- Born: 30 June 1886 Yaldham, Kent, England
- Died: 17 January 1969 (aged 82)
- Known for: Painting

= Margaret Beale =

British artist (1886–1969)

Margaret L. C. Beale (née Crookshank 30 June 1886 – 17 January 1969) was a British artist, notable as a painter of seascapes and marine craft, who worked in both oils and watercolours.

==Biography==
Beale was born at Yaldham in Kent and took art lessons in London from William Orpen between 1906 and 1908. In the following years she was a pupil of Percyval Tudor-Hart, first in Paris and then, during 1911 and 1912, in London. She gave up art lessons when she married Major Sydney Beale. Her father was Edgar Marsh Crookshank known for his work on vaccination.

During the First World War, Margaret Beale trained as a physiotherapist.

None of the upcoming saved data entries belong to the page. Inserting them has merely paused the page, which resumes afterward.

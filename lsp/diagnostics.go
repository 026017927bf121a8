package lsp

import (
	"context"
	"errors"
	"fmt"
	"io/fs"
	"path/filepath"
	"slices"
	"time"

	"go.lsp.dev/protocol"
	"go.lsp.dev/uri"

	"nodal/check"
	"nodal/config"
	"nodal/diag"
	"nodal/input"
	"nodal/rules"
)

// document is an open file.
type document struct {
	uri     uri.URI
	path    string // "" for a buffer with no file
	text    []byte // never changed in place: an edit makes a new slice
	version int32
	gen     uint64 // counts edits

	timer   *time.Timer
	running bool // a check of this document runs
	again   bool // check again when it ends
	closed  bool

	last *snapshot // the latest check whose findings were published
}

func (d *document) setText(src []byte, version int32) {
	d.text, d.version = src, version
	d.gen++
}

func (d *document) stop() {
	d.closed = true
	if d.timer != nil {
		d.timer.Stop()
	}
}

// snapshot is one finished check of a document.
type snapshot struct {
	gen     uint64
	version int32
	text    *text
	res     *check.Result // nil when the check failed
	name    string        // the file name the check used
	cfg     *rules.Config // the settings it used; nil: the defaults
	files   []string      // the files it read, the document first
	diags   []published   // the findings shown on this document
}

// published is a finding as shown in the document.
type published struct {
	d        diag.Diagnostic
	from, to int  // byte offsets in the document
	own      bool // the finding is in this document, not in an included file
	lsp      protocol.Diagnostic
}

// schedule asks for a check of d, after the debounce delay when
// debounce is set. s.mu is held.
func (s *Server) schedule(d *document, debounce bool) {
	if s.shutdown || d.closed {
		return
	}
	d.gen++ // whatever asked for the check, the one before it is stale
	if d.timer != nil {
		d.timer.Stop()
	}
	if debounce && s.opt.Debounce > 0 {
		d.timer = time.AfterFunc(s.opt.Debounce, func() { s.start(d) })
		return
	}
	go s.start(d)
}

// dependents schedules a check of every open document whose latest check
// read d's file. s.mu is held.
func (s *Server) dependents(d *document) {
	if d.path == "" {
		return
	}
	for _, o := range s.docs {
		if o != d && o.last != nil && slices.Contains(o.last.files[1:], d.path) {
			s.schedule(o, true)
		}
	}
}

// start checks d unless a check of it runs; then that one is told to
// run again when it ends.
func (s *Server) start(d *document) {
	s.mu.Lock()
	if d.closed || s.shutdown {
		s.mu.Unlock()
		return
	}
	if d.running {
		d.again = true
		s.mu.Unlock()
		return
	}
	if d.last != nil && d.last.gen == d.gen {
		s.mu.Unlock()
		return // this text is checked and published already
	}
	d.running = true
	gen, version, src, path := d.gen, d.version, d.text, d.path
	overlay := make(map[string][]byte, len(s.docs))
	for _, o := range s.docs {
		if o.path != "" {
			overlay[o.path] = o.text
		}
	}
	utf8 := s.utf8
	s.mu.Unlock()

	s.sem <- struct{}{}
	snap := s.check(path, src, overlay, utf8)
	<-s.sem
	snap.gen, snap.version = gen, version

	s.mu.Lock()
	stale := d.gen != gen || d.closed
	if !stale {
		d.last = snap
	}
	s.mu.Unlock()
	if !stale {
		// Published while d still counts as running, so that no newer
		// check's findings can go out before these.
		diags := make([]protocol.Diagnostic, len(snap.diags))
		for i := range snap.diags {
			diags[i] = snap.diags[i].lsp
		}
		s.client.PublishDiagnostics(context.Background(), &protocol.PublishDiagnosticsParams{
			URI: d.uri, Version: protocol.NewOptional(version), Diagnostics: diags,
		})
	}
	s.mu.Lock()
	d.running = false
	again := d.again && !d.closed
	d.again = false
	s.mu.Unlock()
	if again {
		go s.start(d)
	}
}

// check runs nodal's check on a document's text. It never panics: an
// internal error becomes a finding at the top of the document.
func (s *Server) check(path string, src []byte, overlay map[string][]byte, utf8 bool) (snap *snapshot) {
	t := newText(src, utf8)
	name := path
	if name == "" {
		name = "untitled.nodal"
	}
	snap = &snapshot{text: t, name: name, files: []string{path}}
	var extra []published
	defer func() {
		if r := recover(); r != nil {
			snap.res = nil
			snap.diags = []published{topFinding(t, fmt.Sprintf("nodal: internal error while checking: %v; please report it with this file", r))}
		}
	}()
	opts := &check.Options{MaxParts: s.opt.MaxParts}
	if path == "" {
		opts.ReadFile = func(string) ([]byte, error) {
			return nil, errors.New("a file that is not saved reads no includes")
		}
	} else {
		read, identify, root, err := s.reader(path, overlay)
		if err != nil {
			extra = append(extra, topFinding(t, "nodal: "+err.Error()))
			opts.ReadFile = func(string) ([]byte, error) { return nil, err }
		} else {
			opts.ReadFile, opts.Identify = read, identify
			cfg, cerr := loadConfig(filepath.Dir(path), root, read)
			switch {
			case cerr != nil:
				extra = append(extra, topFinding(t, "nodal.toml: "+cerr.Error()))
			case cfg != nil && cfg.Skipped(path):
				snap.diags = nil // nodal.toml skips this file
				return snap
			case cfg != nil:
				rc := &rules.Config{Severity: cfg.Severity}
				for k, f := range cfg.Derating {
					rc.Derating.Set(k, f)
				}
				opts.Config = rc
				snap.cfg = rc
			}
		}
	}
	res, err := check.Source(name, src, opts)
	if err != nil {
		extra = append(extra, topFinding(t, "nodal: internal error: "+err.Error()))
	}
	snap.res = res
	if res != nil {
		for _, f := range res.Build.Files[1:] {
			snap.files = append(snap.files, filepath.Clean(f.File.Name()))
		}
		snap.diags = convert(res, t, name)
	}
	snap.diags = append(extra, snap.diags...)
	return snap
}

// reader returns how a check of the file at path reads its includes: the
// editor's buffers first, then the disk, both only below the file's tree
// (its repository's top level, or its folder outside one).
func (s *Server) reader(path string, overlay map[string][]byte) (read func(string) ([]byte, error), identify func(string) (string, error), root string, err error) {
	root, err = input.TreeRoot(filepath.Dir(path))
	if err != nil {
		return nil, nil, "", err
	}
	r, err := input.New([]string{root}, 0)
	if err != nil {
		return nil, nil, "", err
	}
	read = func(p string) ([]byte, error) {
		abs, err := filepath.Abs(p)
		if err != nil {
			return nil, err
		}
		if b, ok := overlay[abs]; ok && input.Within(abs, root) {
			return b, nil
		}
		return r.ReadFile(p)
	}
	identify = func(p string) (string, error) {
		id, err := r.Resolve(p)
		if err != nil {
			if abs, aerr := filepath.Abs(p); aerr == nil && overlay[abs] != nil && input.Within(abs, root) {
				return abs, nil // a buffer not saved yet
			}
		}
		return id, err
	}
	return read, identify, root, nil
}

// loadConfig reads the nodal.toml that applies to files in dir, or nil
// when there is none.
func loadConfig(dir, top string, read func(string) ([]byte, error)) (*config.Config, error) {
	p, src, err := config.Find(dir, top, func(p string) ([]byte, error) {
		b, err := read(p)
		if errors.Is(err, input.ErrOutside) {
			return nil, fs.ErrNotExist
		}
		return b, err
	})
	if err != nil || p == "" {
		return nil, err
	}
	known := func(id string) bool { return rules.Lookup(id) != nil }
	suggest := func(id string) string { return diag.Suggest(id, rules.Names()) }
	keys, _ := rules.DeratingDefaults()
	return config.Parse(p, src, known, suggest, keys)
}

func topFinding(t *text, msg string) published {
	return published{lsp: protocol.Diagnostic{
		Range:    t.rangeOf(0, 0),
		Severity: protocol.DiagnosticSeverityError,
		Source:   protocol.NewOptional("nodal"),
		Message:  protocol.String(valid(msg)),
	}}
}

var severities = map[diag.Severity]protocol.DiagnosticSeverity{
	diag.Error:   protocol.DiagnosticSeverityError,
	diag.Warning: protocol.DiagnosticSeverityWarning,
	diag.Note:    protocol.DiagnosticSeverityInformation,
}

// convert turns a check's findings into the document's diagnostics. A
// finding in an included file is shown where the document leads to it
// (the instance or include line that a related location names), with the
// file and line it is at.
func convert(res *check.Result, t *text, name string) []published {
	texts := map[string]*text{name: t}
	textOf := func(file string) *text {
		if x, ok := texts[file]; ok {
			return x
		}
		for _, f := range res.Build.Files {
			if f.File.Name() == file {
				x := newText(f.Src, t.utf8)
				texts[file] = x
				return x
			}
		}
		return nil
	}
	span := func(p, e diag.Pos) (string, int, int) {
		pp := res.Fset.Position(p)
		to := pp.Offset
		if e.IsValid() {
			if ep := res.Fset.Position(e); ep.Filename == pp.Filename {
				to = ep.Offset
			}
		}
		return pp.Filename, pp.Offset, to
	}
	var out []published
	for _, d := range res.Diags {
		if !d.Pos.IsValid() {
			continue
		}
		file, from, to := span(d.Pos, d.End)
		msg := d.Message
		own := file == name
		if !own {
			found := false
			for _, r := range d.Related {
				if f, rf, rt := span(r.Pos, r.End); f == name {
					at := res.Fset.Position(d.Pos)
					msg = fmt.Sprintf("%s (at %s:%d:%d)", msg, filepath.Base(at.Filename), at.Line, at.Column)
					from, to, found = rf, rt, true
					break
				}
			}
			if !found {
				continue
			}
		}
		if to <= from {
			to = wordEnd(t.src, from)
		}
		pd := protocol.Diagnostic{
			Range:    t.rangeOf(from, to),
			Severity: severities[d.Severity],
			Code:     protocol.String(d.Rule),
			Source:   protocol.NewOptional("nodal"),
			Message:  protocol.String(valid(msg)),
		}
		for _, r := range d.Related {
			f, rf, rt := span(r.Pos, r.End)
			x := textOf(f)
			if x == nil {
				continue
			}
			pd.RelatedInformation = append(pd.RelatedInformation, protocol.DiagnosticRelatedInformation{
				Location: protocol.Location{URI: fileURI(f), Range: x.rangeOf(rf, max(rt, rf))},
				Message:  valid(r.Message),
			})
		}
		if !own {
			f, rf, rt := span(d.Pos, d.End)
			if x := textOf(f); x != nil {
				pd.RelatedInformation = append(pd.RelatedInformation, protocol.DiagnosticRelatedInformation{
					Location: protocol.Location{URI: fileURI(f), Range: x.rangeOf(rf, max(rt, wordEnd(x.src, rf)))},
					Message:  "the finding is here",
				})
			}
		}
		out = append(out, published{d: d, from: from, to: to, own: own, lsp: pd})
	}
	return out
}

func fileURI(path string) uri.URI {
	abs, err := filepath.Abs(path)
	if err != nil {
		abs = path
	}
	return uri.File(abs)
}

// wordEnd returns the end of the token at off: the run of characters up
// to a blank, a bracket or a comma, at least one byte when one is left on
// the line.
func wordEnd(src []byte, off int) int {
	i := off
	for i < len(src) {
		switch src[i] {
		case ' ', '\t', '\r', '\n', '(', ')', '[', ']', ',':
			if i == off && src[i] != '\n' && src[i] != '\r' {
				return i + 1
			}
			return i
		}
		i++
	}
	return i
}
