package lsp

import (
	"context"
	"fmt"
	"strings"

	"go.lsp.dev/protocol"

	"nodal/circuit"
	"nodal/rules"
	"nodal/solve"
	"nodal/units"
	"nodal/worst"
)

// Hover says, on a part, its kind, its statement, its operating point and
// the use of each rating; on a net, its voltage; on an instance, its
// block's header; on a kind, what the kind takes.
func (s *Server) Hover(ctx context.Context, p *protocol.HoverParams) (_ *protocol.Hover, err error) {
	defer guard(&err)
	files := s.files(p.TextDocument.URI)
	if files == nil {
		return nil, nil
	}
	doc := files[0]
	s.mu.Lock()
	var last *snapshot
	if d := s.docs[p.TextDocument.URI]; d != nil && d.last != nil && d.last.gen == d.gen {
		last = d.last // the model matches the text on screen
	}
	s.mu.Unlock()
	off := doc.t.offset(p.Position)
	a := doc.ix.at(off)
	var b strings.Builder
	var sp span
	switch {
	case a.part != nil && a.part.instance, a.kind != nil && a.kind.instance:
		ref := a.part
		sp = span{}
		if ref == nil {
			ref = a.kind
			sp = ref.kindAt
		} else {
			sp = ref.at
		}
		fmt.Fprintf(&b, "**%s**, an instance of block **%s**\n\n", md(ref.name), md(ref.kind))
		if f, def := findBlock(files, ref.kind); def != nil {
			b.WriteString(fence(string(f.t.src[def.header.from:def.header.to])))
		} else {
			b.WriteString("No block of that name is defined in this file or its includes.\n")
		}
	case a.part != nil:
		sp = a.part.at
		s.hoverPart(&b, doc, a.part, last)
	case a.kind != nil:
		sp = a.kind.kindAt
		hoverKind(&b, a.kind.kind)
	case a.net != nil:
		sp = a.net.at
		s.hoverNet(&b, doc, a.net, last)
	case a.block != nil:
		sp = a.block.at
		b.WriteString(fence(string(doc.t.src[a.block.header.from:a.block.header.to])))
	default:
		return nil, nil
	}
	r := doc.t.rangeOf(sp.from, sp.to)
	return &protocol.Hover{Contents: &protocol.MarkupContent{Kind: protocol.MarkupKindMarkdown, Value: valid(b.String())}, Range: &r}, nil
}

type worstCase = worst.Case

// maxHoverCopies bounds the copies of a block's part a hover lists.
const maxHoverCopies = 8

func (s *Server) hoverPart(b *strings.Builder, doc indexed, ref *partRef, last *snapshot) {
	fmt.Fprintf(b, "**%s**, %s\n\n", md(ref.name), md(ref.kind))
	b.WriteString(fence(string(doc.t.src[ref.stmt.from:ref.stmt.to])))
	if last == nil || last.res == nil {
		b.WriteString("\nNot checked yet in this version of the file.\n")
		return
	}
	d := last.res.Build.Design
	var copies []circuit.PartID
	for i := range d.Parts {
		pp := last.res.Fset.Position(d.Parts[i].Pos)
		if pp.Filename == last.name && pp.Offset == ref.stmt.from {
			copies = append(copies, circuit.PartID(i))
		}
	}
	if len(copies) == 0 {
		b.WriteString("\nNot in the checked design (see the findings on this line).\n")
		return
	}
	var pt *rules.Point
	if sv := last.res.Solved; sv != nil && sv.OP != nil {
		pt = rules.NewPoint(sv.OP)
	}
	der := rules.DefaultDerating()
	if last.cfg != nil {
		der = last.cfg.Derating
	}
	over := false
	for k, id := range copies {
		if k == maxHoverCopies {
			fmt.Fprintf(b, "\n… and %d more copies.\n", len(copies)-k)
			break
		}
		part := &d.Parts[id]
		b.WriteString("\n")
		if len(copies) > 1 || part.Inst >= 0 {
			fmt.Fprintf(b, "**%s**: ", md(d.NameOf(part)))
		}
		if dim := part.Kind.Info().Value; dim != units.None {
			fmt.Fprintf(b, "%s %s", md(part.Kind.String()), md(units.Format(part.Value, dim)))
		} else {
			b.WriteString(md(part.Kind.String()))
		}
		if pt == nil {
			b.WriteString("; no operating point (the design was not solved; see the findings)\n")
			continue
		}
		q := pt.Part(id)
		fmt.Fprintf(b, "; at the operating point %s, %s, %s\n", md(units.Format(q.V, units.Voltage)),
			md(units.Format(q.I, units.Current)), md(units.Format(q.P, units.Power)))
		if f, ok := pt.SupplyFlow(part, id); ok && f.HasInput && part.Multi() {
			// A regulator or converter: what it delivers, draws and loses.
			fmt.Fprintf(b, "- delivers %s at %s; draws %s at %s (%s); dissipates %s", md(units.Format(f.IOut, units.Current)), md(units.Format(f.VOut, units.Voltage)),
				md(units.Format(f.IIn, units.Current)), md(units.Format(f.VIn, units.Voltage)), md(units.Format(f.PIn, units.Power)), md(units.Format(f.Loss, units.Power)))
			if mp := last.res.Solved.OP.MultiAt(id); mp != nil && mp.Region != solve.Regulating {
				fmt.Fprintf(b, "; in %s", md(mp.Region.String()))
			}
			b.WriteString("\n")
		}
		var worst [][]worstCase
		if wr := last.res.Worst; wr != nil && wr.R != nil {
			worst = wr.R.Worst
		}
		for j, u := range rules.Judge(part, q, der) {
			mark := ""
			switch {
			case u.Over():
				mark, over = " (past the rating)", true
			case u.Derated():
				mark = " (past the derating limit)"
			}
			fmt.Fprintf(b, "- %s%s\n", md(rules.Describe(d, part, u)), mark)
			if int(id) < len(worst) && j < len(worst[id]) {
				c := worst[id][j]
				how := "first-order estimate"
				if c.Confirmed {
					how = "solved at that corner"
				}
				fmt.Fprintf(b, "  - worst case over the tolerances: %s (%s)\n", md(rules.FormatUse(c.Frac, u.Limit)), how)
				over = over || c.Frac > 1
			}
		}
	}
	if over {
		b.WriteString("\nA part past its rating can overheat, burn or fail. nodal is a design aid, not a sign-off: follow the datasheet, local codes and licensed practice.\n")
	}
}

func (s *Server) hoverNet(b *strings.Builder, doc indexed, n *netRef, last *snapshot) {
	fmt.Fprintf(b, "net **%s**", md(n.name))
	if n.block >= 0 {
		fmt.Fprintf(b, " of block **%s**: each instance has its own.\n", md(doc.ix.blocks[n.block].name))
		return
	}
	b.WriteString("\n\n")
	if last == nil || last.res == nil {
		b.WriteString("Not checked yet in this version of the file.\n")
		return
	}
	d := last.res.Build.Design
	id := d.LookupNet(n.name)
	if id == circuit.NoNet {
		b.WriteString("Not in the checked design.\n")
		return
	}
	net := &d.Nets[id]
	fmt.Fprintf(b, "%d pin(s)", net.Pins)
	if id == d.Ground {
		b.WriteString(", the ground (0 V)")
	}
	if net.Port {
		b.WriteString(", a port")
		hoverDrive(b, d, id)
	}
	if sv := last.res.Solved; sv != nil && sv.OP != nil && int(id) < len(sv.OP.NetV) {
		fmt.Fprintf(b, "; %s at the operating point", md(units.Format(rules.NewPoint(sv.OP).Net(id), units.Voltage)))
		if wr := last.res.Worst; wr != nil && wr.R != nil && int(id) < len(wr.R.NetLow) && int(id) < len(wr.R.NetHigh) {
			over := "the tolerances"
			if len(d.DriveRanges) > 0 {
				over = "the tolerances and drive ranges"
			}
			fmt.Fprintf(b, ", from %s to %s over %s", md(units.Format(wr.R.NetLow[id], units.Voltage)), md(units.Format(wr.R.NetHigh[id], units.Voltage)), over)
		}
		b.WriteString("\n")
	} else {
		b.WriteString("; no operating point (the design was not solved; see the findings)\n")
	}
}

// hoverDrive says what drives port net id, if its port states a drive:
// its value or range, and its source resistance.
func hoverDrive(b *strings.Builder, d *circuit.Design, id circuit.NetID) {
	for i := range d.Parts {
		p := &d.Parts[i]
		info := p.Kind.Info()
		if !info.OnPort || p.Inst >= 0 || p.Pins[0] != id && p.Pins[1] != id {
			continue
		}
		if r, ok := d.RangeOf(circuit.PartID(i)); ok {
			fmt.Fprintf(b, ", driven by a %s of %s to %s (solved at its middle, %s)", md(p.Kind.String()),
				md(units.Format(r.Low, info.Value)), md(units.Format(r.High, info.Value)), md(units.Format(p.Value, info.Value)))
		} else {
			fmt.Fprintf(b, ", driven by a %s of %s", md(p.Kind.String()), md(units.Format(p.Value, info.Value)))
		}
		if p.Series > 0 {
			fmt.Fprintf(b, " behind %s", md(units.Format(p.Series, units.Resistance)))
		}
		return
	}
}

func hoverKind(b *strings.Builder, word string) {
	for _, k := range circuit.Kinds() {
		info := k.Info()
		if info.Word != word {
			continue
		}
		fmt.Fprintf(b, "**%s**: pins %s", md(info.Name), md(strings.Join(info.Pins, ", ")))
		if info.Value != units.None {
			fmt.Fprintf(b, "; value in %s", md(info.Value.Symbol()))
		}
		if len(info.States) > 0 {
			fmt.Fprintf(b, "; value %s", md(strings.Join(info.States, " or ")))
		}
		attrs := append([]string{}, info.Attrs...)
		var rated []string
		for _, r := range info.Ratings {
			if !r.FromValue {
				rated = append(rated, r.What+" ("+r.Dim.Symbol()+")")
			}
		}
		if len(rated) > 0 {
			attrs = append(attrs, "rated "+strings.Join(rated, ", "))
		}
		if len(attrs) > 0 {
			fmt.Fprintf(b, "; attributes %s", md(strings.Join(attrs, "; ")))
		}
		b.WriteString("\n\n")
	}
}

// md escapes text for Markdown: every ASCII punctuation character gets a
// backslash (CommonMark lets any of them be escaped), so names and values
// from a file are shown as they are and never read as markup or HTML.
func md(s string) string {
	var b strings.Builder
	for _, r := range s {
		if r < 0x80 && strings.ContainsRune("\\`*_{}[]()#+-.!|<>&~\"'=:;,/?@$%^", r) {
			b.WriteByte('\\')
		}
		if r == '\n' || r == '\r' {
			r = ' '
		}
		b.WriteRune(r)
	}
	return b.String()
}

// fence puts source text in a fenced code block longer than any run of
// backquotes in it, so the text cannot close it.
func fence(src string) string {
	longest, run := 0, 0
	for _, c := range src {
		if c == '`' {
			run++
			longest = max(longest, run)
		} else {
			run = 0
		}
	}
	f := strings.Repeat("`", max(3, longest+1))
	return f + "nodal\n" + strings.TrimRight(src, "\r\n") + "\n" + f + "\n"
}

The Beales eventually settled at Chidham in Sussex where Margaret Beale had a studio overlooking the harbour and the sea and marine craft, especially yachts, became regular subjects of her paintings. She was a keen small-boat sailor and was present at the first meeting, in February 1939, of the Royal Society of Marine Artists and participated in the Society's inaugural exhibition. Beale was an active member of the Chichester Art Society and had a solo exhibition in the town. The National Maritime Museum in Greenwich holds examples of her work. Examples of her work can also be found at the Sunndal museum in Sunndal Norway where she painted several landscapes, interiors and people during holidays in her youth before her marriage.